Romantic love - this tends to manifest as an extreme caring for someone, wanting to build them up, be with them, and involve my life in theirs and vice versa. As someone with my personality combined with my childhood, I've learned the hard way that I may need some better skills in this department as I recently discovered, I tend to exhibit a disorganized to anxious attachment style (at first more distant, but when I let myself catch a feel, then it flips to anxious, until I disconnect when it shuts back off to nothing). I've had some good and healthy romantic relationships, the best probably being with a ENTP who was probably fairly stable in his attachment style. 

Care love - I think of this as the love I have for my pets (no kids, so can't say how that would be). It's a high level of responsibility, but obviously I get something in return (companionship primarily). But I love my pets (cat especially) where I almost have half a thought to give up dangerous activities that are my life 'just in case' as I think many parents experience. I'd be homeless before I'd give up my cat. 

Familial love - love for relatives. This one can be turned off if you give me enough reasons to - my brother would be an example. There's probably still some kind of remote lingering feeling from us growing up together, but honestly, I doubt I'll ever speak to him again, and feel no loss for that. Mom, sister, even my father there's more feeling for, but its definitely different than the other two kinds of love. Almost more about familiarity and history than "love" if that makes any sense.

Good-friend love - this one can be a bit more fleeting as life separates many of us from our friends over time, but I have had a number of friends who I would loosely use the term "loved" them.

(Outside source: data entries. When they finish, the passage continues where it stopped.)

/**
 * `npm run db:backup [FILE]` and `npm run db:restore FILE [--into NAME] [--replace]`.
 *
 * A backup is one consistent dump of the shop's database (`mariadb-dump --single-transaction`: a snapshot taken
 * without locking the shop), gzip-compressed. Everything the shop keeps lives in that database, uploads, proofs and
 * sessions included, so the one file is the whole shop. A restore loads a dump into an empty database (or, with
 * `--replace`, one whose tables it drops first) and prints each table's row count.
 *
 * The database is the one the server would use: DATABASE_URL or DB_HOST/DB_PORT/DB_USER/DB_PASSWORD/DB_NAME, else
 * the project's own local MariaDB and its demo database (started for the run if it is not running).
 */
import { spawn } from 'node:child_process';
import { createReadStream, createWriteStream, mkdirSync, statSync } from 'node:fs';
import { dirname, join, resolve } from 'node:path';
import { pipeline } from 'node:stream/promises';
import { createGunzip, createGzip } from 'node:zlib';
import { loadDatabaseConfig, type DatabaseConfig } from '../server/src/config.ts';
import { openDatabase } from '../server/src/db/knex.ts';
import {
  ensureLocalDatabase,
  localDatabaseSettings,
  projectRoot,
  startLocalDatabase,
  stopLocalDatabase,
} from './db-lifecycle.ts';
import { localStack } from './stack.ts';

const [command, ...rest] = process.argv.slice(2);
const usage = 'Usage: npm run db:backup [FILE]  |  npm run db:restore FILE [--into NAME] [--replace]';

const target = loadDatabaseConfig({ ...localStack('demo').env, ...process.env });
const isLocal = ['127.0.0.1', 'localhost'].includes(target.host) && target.port === localDatabaseSettings().port;

/** Runs a MariaDB client program with the connection's settings; the password goes by environment, not argv. */
function client(program: 'mariadb-dump' | 'mariadb', db: DatabaseConfig, args: string[]) {
  return spawn(program, [`--host=${db.host}`, `--port=${db.port}`, `--user=${db.user}`, ...args], {
    env: { ...process.env, MYSQL_PWD: db.password },
    stdio: ['pipe', 'pipe', 'inherit'],
  });
}

function finished(child: ReturnType<typeof client>, what: string): Promise<void> {
  return new Promise((resolveExit, reject) => {
    child.once('error', reject);
    child.once('exit', (code) => (code === 0 ? resolveExit() : reject(new Error(`${what} failed (exit ${code}).`))));
  });
}

async function backup(file: string): Promise<void> {
  mkdirSync(dirname(file), { recursive: true });
  const dump = client('mariadb-dump', target, [
    '--single-transaction',
    '--quick',
    '--routines',
    '--triggers',
    '--hex-blob',
    '--default-character-set=utf8mb4',
    target.database,
  ]);
  dump.stdin.end();
  await Promise.all([
    pipeline(dump.stdout, createGzip(), createWriteStream(file)),
    finished(dump, `mariadb-dump of ${target.database}`),
  ]);
  const kb = Math.round(statSync(file).size / 1024);
  console.log(`Backed up ${target.database} on ${target.host}:${target.port} to ${file} (${kb} KB).`);
}

async function restore(file: string, into: string, replace: boolean): Promise<void> {
  if (isLocal) ensureLocalDatabase(into);
  const db = openDatabase({ ...target, database: into });
  try {
    const tables = (await db.raw('SHOW FULL TABLES WHERE Table_type = ?', ['BASE TABLE']))[0] as Record<
      string,
      string
    >[];
    const names = tables.map((row) => Object.values(row)[0]!);
    if (names.length && !replace) {
      throw new Error(
        `The database ${into} already has ${names.length} tables. Restore into an empty database (--into NAME), ` +
          'or add --replace to drop its tables first.',
      );
    }
    if (names.length) {
      await db.raw('SET FOREIGN_KEY_CHECKS = 0');
      for (const name of names) await db.schema.dropTable(name);
      await db.raw('SET FOREIGN_KEY_CHECKS = 1');
    }
  } finally {
    await db.destroy();
  }
  const load = client('mariadb', { ...target, database: into }, ['--default-character-set=utf8mb4', into]);
  await Promise.all([pipeline(createReadStream(file), createGunzip(), load.stdin), finished(load, 'Loading the dump')]);
  load.stdout.resume();

  const loaded = openDatabase({ ...target, database: into });
  try {
    const counts = await tableRowCounts(loaded);
    console.log(`Restored ${file} into ${into}:`);
    for (const [name, count] of Object.entries(counts)) console.log(`  ${name.padEnd(32)} ${count} rows`);
  } finally {
    await loaded.destroy();
  }
}

/** Each base table's exact row count (information_schema's figures are estimates for InnoDB). */
async function tableRowCounts(db: ReturnType<typeof openDatabase>): Promise<Record<string, number>> {
  const tables = (await db.raw('SHOW FULL TABLES WHERE Table_type = ?', ['BASE TABLE']))[0] as Record<string, string>[];
  const counts: Record<string, number> = {};
  for (const row of tables) {
    const name = Object.values(row)[0]!;
    const [{ n }] = await db(name).count({ n: '*' });
    counts[name] = Number(n);
  }
  return counts;
}

const stamp = new Date().toISOString().replace(/[-:]/g, '').replace(/\..*/, '').replace('T', '-');
let exitCode = 0;
let startedDatabase = false;
try {
  if (isLocal) startedDatabase = (await startLocalDatabase()).started;
  if (command === 'backup') {
    const file = rest[0]
      ? resolve(rest[0])
      : join(projectRoot, '.data', 'backups', `${target.database}-${stamp}.sql.gz`);
    await backup(file);
  } else if (command === 'restore' && rest[0] && !rest[0].startsWith('--')) {
    const intoAt = rest.indexOf('--into');
    const into = intoAt >= 0 ? rest[intoAt + 1] : target.database;
    if (!into || into.startsWith('--')) throw new Error('Name the database after --into.');
    await restore(resolve(rest[0]), into, rest.includes('--replace'));
  } else {
    console.error(usage);
    exitCode = 2;
  }
} catch (error) {
  console.error((error as Error).message);
  exitCode = 1;
} finally {
  if (startedDatabase) await stopLocalDatabase();
}
process.exit(exitCode);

Not like any of the other loves mentioned, but more than "just friends" - we could share our deepest darkest secrets, hang out, not see each other for weeks or months and pick up like it was just yesterday....normally I wouldn't use love in that sense, but it's a kind of love IMO.

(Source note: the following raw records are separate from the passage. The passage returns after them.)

/**
 * Isolation benchmark (issue 10, "Heavy work off the request thread"): the quote rate other visitors get while one
 * client keeps the server busy with the largest artwork it accepts, against their rate without that client.
 * Target: at least 0.7 × the undisturbed rate. Three rounds; each round interleaves CYCLES short windows of each of
 * three conditions, so that the load of anything else on the machine falls on all three alike:
 *   1. others alone: OTHER_CLIENTS loops, each posting /api/quotes/preview (the seeded daisy-chain dress) back to
 *      back, one request in flight per loop;
 *   2. the same, plus one client quoting its own largest allowed SVG (MAX_SVG_PATH_SEGMENTS segments) back to back
 *      one request at a time, as one browser sends them;
 *   3. the same, plus one client uploading that SVG back to back (a new visitor each time, so each upload is
 *      checked and measured in full) one at a time.
 * It also times the refusal of a 45-byte PNG declaring 20,000 × 20,000 px. The server runs as its own process, as
 * in production, against the scratch database `hoopwright_bench` (the order-board benchmark's; created here, dropped at the end).
 * Run with `npm run bench:isolation`.
 */
import { setTimeout as sleep } from 'node:timers/promises';
import { MAX_SVG_PATH_SEGMENTS } from '../server/src/engine/index.ts';
import { daisyDressQuote, artworkDressQuote } from '../tests/support/sample-designs.ts';
import { pngDeclaring, svgWithPathSegments } from '../tests/support/hostile-files.ts';
import {
  dropLocalDatabase,
  localDatabaseSettings,
  recreateLocalDatabase,
  startLocalDatabase,
  stopLocalDatabase,
} from './db-lifecycle.ts';
import { localStack, migrateAndSeed, startServerProcess, stopProcess, type LocalStack } from './stack.ts';

const DATABASE = 'hoopwright_bench';
const ROUNDS = 3;
const WINDOW_MS = 2_000;
const CYCLES = 4;
const OTHER_CLIENTS = 8;
/** One client, as a browser is: one request at a time, back to back. */
const HEAVY_LOOPS = 1;
const TARGET_RATIO = 0.7;
const BOMB_SAMPLES = 20;
/** Away from the demo and test stacks' ports. */
const PORT_SHIFT = 57;

const base = localStack('test');
const port = base.ports.app + PORT_SHIFT;
const stack: LocalStack = {
  ...base,
  appOrigin: `http://127.0.0.1:${port}`,
  env: { ...base.env, DB_NAME: DATABASE, PORT: String(port), APP_ORIGIN: `http://127.0.0.1:${port}` },
};
const headers = { Origin: stack.appOrigin };
const largestArtwork = svgWithPathSegments(MAX_SVG_PATH_SEGMENTS - 1);

async function uploadArtwork(svg: string, cookie?: string): Promise<{ status: number; id?: number; cookie?: string }> {
  const form = new FormData();
  form.append('file', new Blob([svg], { type: 'image/svg+xml' }), 'drawing.svg');
  const res = await fetch(`${stack.appOrigin}/api/artwork`, {
    method: 'POST',
    body: form,
    headers: { ...headers, ...(cookie ? { Cookie: cookie } : {}) },
  });
  const body = (await res.json()) as { artwork?: { id: number } };
  return { status: res.status, id: body.artwork?.id, cookie: res.headers.get('set-cookie')?.split(';')[0] ?? cookie };
}

const postQuote = (body: unknown, cookie?: string) =>
  fetch(`${stack.appOrigin}/api/quotes/preview`, {
    method: 'POST',
    headers: { ...headers, 'Content-Type': 'application/json', ...(cookie ? { Cookie: cookie } : {}) },
    body: JSON.stringify(body),
  });

/** Runs `loops` back-to-back request loops until `stop` says so; answers how many succeeded and failed. */
async function loopUntil(loops: number, stop: () => boolean, call: () => Promise<Response | { status: number }>) {
  let done = 0;
  let failed = 0;
  await Promise.all(
    Array.from({ length: loops }, async () => {
      while (!stop()) {
        const res = await call();
        if ('text' in res) await res.text();
        if (res.status < 400) done += 1;
        else failed += 1;
      }
    }),
  );
  return { done, failed };
}

/** Others' quotes per second over one window, with `heavy` (if any) running beside them. */
async function othersRate(heavy?: () => Promise<Response | { status: number }>) {
  const endsAt = Date.now() + WINDOW_MS;
  const stop = () => Date.now() >= endsAt;
  const [others, load] = await Promise.all([
    loopUntil(OTHER_CLIENTS, stop, () => postQuote(daisyDressQuote)),
    heavy ? loopUntil(HEAVY_LOOPS, stop, heavy) : Promise.resolve({ done: 0, failed: 0 }),
  ]);
  if (others.failed > 0) throw new Error(`${others.failed} of the other clients' quotes failed.`);
  return { perSecond: others.done / (WINDOW_MS / 1000), heavyDone: load.done, heavyFailed: load.failed };
}

type Window = Awaited<ReturnType<typeof othersRate>>;

/** Windows of one condition taken together: the mean rate and the heavy client's totals. */
function combined(windows: Window[]): Window {
  return {
    perSecond: windows.reduce((sum, window) => sum + window.perSecond, 0) / windows.length,
    heavyDone: windows.reduce((sum, window) => sum + window.heavyDone, 0),
    heavyFailed: windows.reduce((sum, window) => sum + window.heavyFailed, 0),
  };
}

const median = (values: number[]) => [...values].sort((a, b) => a - b)[Math.floor(values.length / 2)]!;

const { started } = await startLocalDatabase();
let server: Awaited<ReturnType<typeof startServerProcess>> | undefined;
let exitCode = 0;
try {
  recreateLocalDatabase(DATABASE, { ...localDatabaseSettings(), databases: [DATABASE] });
  await migrateAndSeed(stack.env, 'always');
  server = await startServerProcess(stack, { quiet: true });

  const heavyClient = await uploadArtwork(largestArtwork);
  if (heavyClient.status !== 201 || !heavyClient.id)
    throw new Error(`The largest allowed artwork was refused (${heavyClient.status}).`);
  const heavyQuote = artworkDressQuote(heavyClient.id, 60);
  const check = await postQuote(heavyQuote, heavyClient.cookie);
  if (check.status !== 200) throw new Error(`Quoting the largest artwork answered ${check.status}.`);
  await check.text();

  const bombTimes: number[] = [];
  for (let i = 0; i < BOMB_SAMPLES; i += 1) {
    const startedAt = performance.now();
    const form = new FormData();
    form.append('file', new Blob([new Uint8Array(pngDeclaring(20_000, 20_000))], { type: 'image/png' }), 'tiny.png');
    const res = await fetch(`${stack.appOrigin}/api/artwork`, { method: 'POST', body: form, headers });
    await res.text();
    if (res.status !== 413) throw new Error(`The pixel bomb answered ${res.status}, not 413.`);
    bombTimes.push(performance.now() - startedAt);
  }

  console.log(
    `Load: ${OTHER_CLIENTS} other clients quoting the seeded daisy-chain dress back to back (1 request in flight each), ` +
      `${CYCLES} windows of ${WINDOW_MS / 1000} s per condition and round, interleaved; the heavy client keeps ${HEAVY_LOOPS} request in flight; server with ` +
      `HEAVY_WORK_THREADS=${process.env.HEAVY_WORK_THREADS ?? 'default'}, one Node process, on this machine.`,
  );
  console.log(`Largest allowed artwork: ${MAX_SVG_PATH_SEGMENTS - 1} path segments, ${largestArtwork.length} bytes.`);
  console.log(
    `Pixel bomb (45-byte PNG declaring 20,000 × 20,000 px): refused 413 in ${median(bombTimes).toFixed(1)} ms median over ${BOMB_SAMPLES}, max ${Math.max(...bombTimes).toFixed(1)} ms.`,
  );
  await othersRate(); // warm-up: fonts, catalogue, JIT
  for (let round = 1; round <= ROUNDS; round += 1) {
    const windows = { alone: [] as Window[], quoting: [] as Window[], uploading: [] as Window[] };
    for (let cycle = 0; cycle < CYCLES; cycle += 1) {
      windows.alone.push(await othersRate());
      windows.quoting.push(await othersRate(() => postQuote(heavyQuote, heavyClient.cookie)));
      windows.uploading.push(await othersRate(() => uploadArtwork(largestArtwork)));
    }
    const [alone, quoting, uploading] = [windows.alone, windows.quoting, windows.uploading].map(combined);
    const ratio = (rate: number) => (rate / alone.perSecond).toFixed(2);
    console.log(
      `Round ${round}: others alone ${alone.perSecond.toFixed(1)} quotes/s; ` +
        `with the heavy client quoting ${quoting.perSecond.toFixed(1)}/s (${ratio(quoting.perSecond)} ×; it made ${quoting.heavyDone} quotes); ` +
        `with it uploading ${uploading.perSecond.toFixed(1)}/s (${ratio(uploading.perSecond)} ×; ${uploading.heavyDone} uploads, ${uploading.heavyFailed} refused).`,
    );
    // The target is for the quoting client; the uploading one is shown beside it.
    if (quoting.perSecond / alone.perSecond < TARGET_RATIO) exitCode = 1;
  }
  console.log(
    exitCode === 0
      ? `With the heavy client quoting, others kept at least ${TARGET_RATIO} × their rate in every round.`
      : `With the heavy client quoting, others fell below ${TARGET_RATIO} × their rate in some round.`,
  );
} catch (error) {
  console.error(error);
  exitCode = 1;
} finally {
  await stopProcess(server);
  await sleep(200);
  dropLocalDatabase(DATABASE);
  if (started) await stopLocalDatabase();
}
process.exit(exitCode);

I honestly don't know how to describe "love" and how it feels - most of the time, I would maybe say a "comfort" with people or pets, a desire to be with them, and a willingness for some level of self sacrifice to be with them.

My over reactive romantic love style - that's just miserable, even when it's happy. Overwhelming. But it also probably does not stem from a healthy place. For some reason, there are no other relationships in my life where I have that balance issue, only romantic, and only once I let myself start to really "feel" for someone - like there's no regulation to that flood gate, and it completely bypasses my normal filters and checkpoints....


----------



## daleks_exterminate (Jul 22, 2013)

HAL said:


> For me it's deep, childlike and pathetic.


This.


----------



## Crowbo (Jul 9, 2017)

Blood goes from my head to my dick and there you go!


----------



## thedazzlingdexter (12 mo ago)

VinnieBob said:


> By this I mean how do you perceive it
> Myself I am incapable of feeling love even though I know I am loved by a select few
> But it baffles the fuck out of me
> I’m totally numb on the inside
> I’m curious if it’s just me or a common NT trait


Pretty much accepted solitude at this piont. I doubt anyone would stick around long anymore.


----------



## WickerDeer (Aug 1, 2012)

@attic who is/was one of the best, most amazing members on this site, turned me on to this song.

edit: oh sorry--I'm not an NT. Attic and I are both INFP.






I think it's my favorite love song, thought nothing can completely encompass love.


----------